The 2021 class trailed last year's cohort of seniors in FAFSA completions through the entire period that NCAN tracked, it said. But the situation "hit rock bottom" at the end of November, when FAFSA completions had fallen 16.8% year over year, Bill DeBaun, NCAN's director of data and evaluation, said in a statement Monday.
The class of 2021 has since "clawed its way" to close the gap, and more graduating seniors could still apply for aid in the summer, the organization noted. But the decline is worrisome. The FAFSA unlocks access to state and federal aid, without which some students likely can't afford college.
High schools with higher poverty levels and those with high shares of Black and Hispanic students saw a larger decrease in FAFSA completions than other schools.

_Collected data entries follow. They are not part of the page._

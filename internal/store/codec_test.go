package store

import (
	"math"
	"math/rand/v2"
	"reflect"
	"testing"
	"time"

	"github.com/sustain-cycling/sustain/ingest"
	"github.com/sustain-cycling/sustain/powerduration"
)

// Power, curves and quality reports come back from their compact forms
// bit for bit: tenths of a watt in two bytes, anything else in eight.
func TestCodecsRoundTrip(t *testing.T) {
	rng := rand.New(rand.NewPCG(3, 1))
	tenths := make([]float64, 5000)
	for i := range tenths {
		tenths[i] = math.Round(rng.Float64()*4000) / 10
	}
	odd := append([]float64{}, tenths...)
	odd[17] = 123.456
	high := append([]float64{}, tenths...)
	high[99] = 7000 // above what two bytes hold
	for name, p := range map[string][]float64{"tenths": tenths, "off the tenths": odd, "above 6553.5 W": high} {
		b := encodePower(p)
		if name == "tenths" && len(b) != 1+2*len(p) {
			t.Errorf("%s: %d bytes for %d s", name, len(b), len(p))
		}
		back, err := decodePower(b, len(p))
		if err != nil || !reflect.DeepEqual(back, p) {
			t.Fatalf("%s: power does not round-trip (%v)", name, err)
		}
		r := ingest.Ride{File: "x.fit", Start: time.Date(2026, 5, 1, 8, 0, 0, 0, time.UTC), PowerW: p}
		r.Quality.Seconds = len(p)
		c := powerduration.OfRide(&r)
		cb := encodeCurve(c)
		got, err := decodeCurve(cb, &r, 10000, nil)
		if err != nil || !reflect.DeepEqual(got.Watts(), c.Watts()) || !reflect.DeepEqual(got.OffsetsS(), c.OffsetsS()) {
			t.Fatalf("%s: curve does not round-trip (%v)", name, err)
		}
		if name == "tenths" && len(cb) > 4*c.Len() {
			t.Errorf("curve of %d points in %d bytes", c.Len(), len(cb))
		}
		if _, err := decodeCurve(cb[:len(cb)-1], &r, ingest.DefaultSpikeCeilingW, nil); err == nil {
			t.Errorf("%s: a cut curve decoded", name)
		}
	}
	q := ingest.Quality{Samples: 4990, Seconds: 5000, PowerCoverage: 0.98, RecordingIntervalS: 1, GapSeconds: 30,
		Gaps: []ingest.Span{{StartS: 100, Seconds: 30}}, DropoutSeconds: 3, Dropouts: []ingest.Span{{StartS: 7, Seconds: 2}, {StartS: 900, Seconds: 1}}, SpikesRemoved: 2,
		SpikeOffsetsS: []int{40, 41}, StuckRuns: []ingest.StuckRun{{Span: ingest.Span{StartS: 2000, Seconds: 70}, Watts: 212.5}}, Truncated: true,
		DatedByFallback: true, FallbackOffsetS: 1.5, Notes: []string{"one", "two"}}
	row := rowOfQuality(&q)
	back, err := row.quality(5000)
	if err != nil || !reflect.DeepEqual(back, q) {
		t.Fatalf("quality: %+v (%v), want %+v", back, err, q)
	}
	if _, err := row.quality(2050); err == nil {
		t.Error("a stuck run past the ride's end was accepted")
	}
	empty := ingest.Quality{Seconds: 10}
	row = rowOfQuality(&empty)
	if back, err := row.quality(10); err != nil || !reflect.DeepEqual(back, empty) {
		t.Errorf("empty quality: %+v (%v)", back, err)
	}
}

Among Title I-eligible public high schools, which enroll higher portions of low-income students, FAFSA completions dropped 6.5% from last year, compared to non-Title I-eligible schools, where the decline was 3.7%.
At high schools where more than two-fifths of students are Black and Hispanic, FAFSA completions fell more than 8%, versus only a 2.2% decline among schools with fewer Black and Hispanic students, according to NCAN.
"We warned that FAFSA completion would be bad because we knew it would be bad, and in the end: it’s bad," DeBaun said in the statement.
NCAN said the FAFSA data could forecast uncertain enrollments this fall, which follows more than a year of economic turmoil spurred by the pandemic.
More than 530 institutions in Canada, the United Kingdom and U.S. have open seats, housing and financial aid for the fall, according to a database from the National Association for College Admission Counseling. However, this is almost certainly an undercount, as colleges self-report this information, the admissions trade group has said.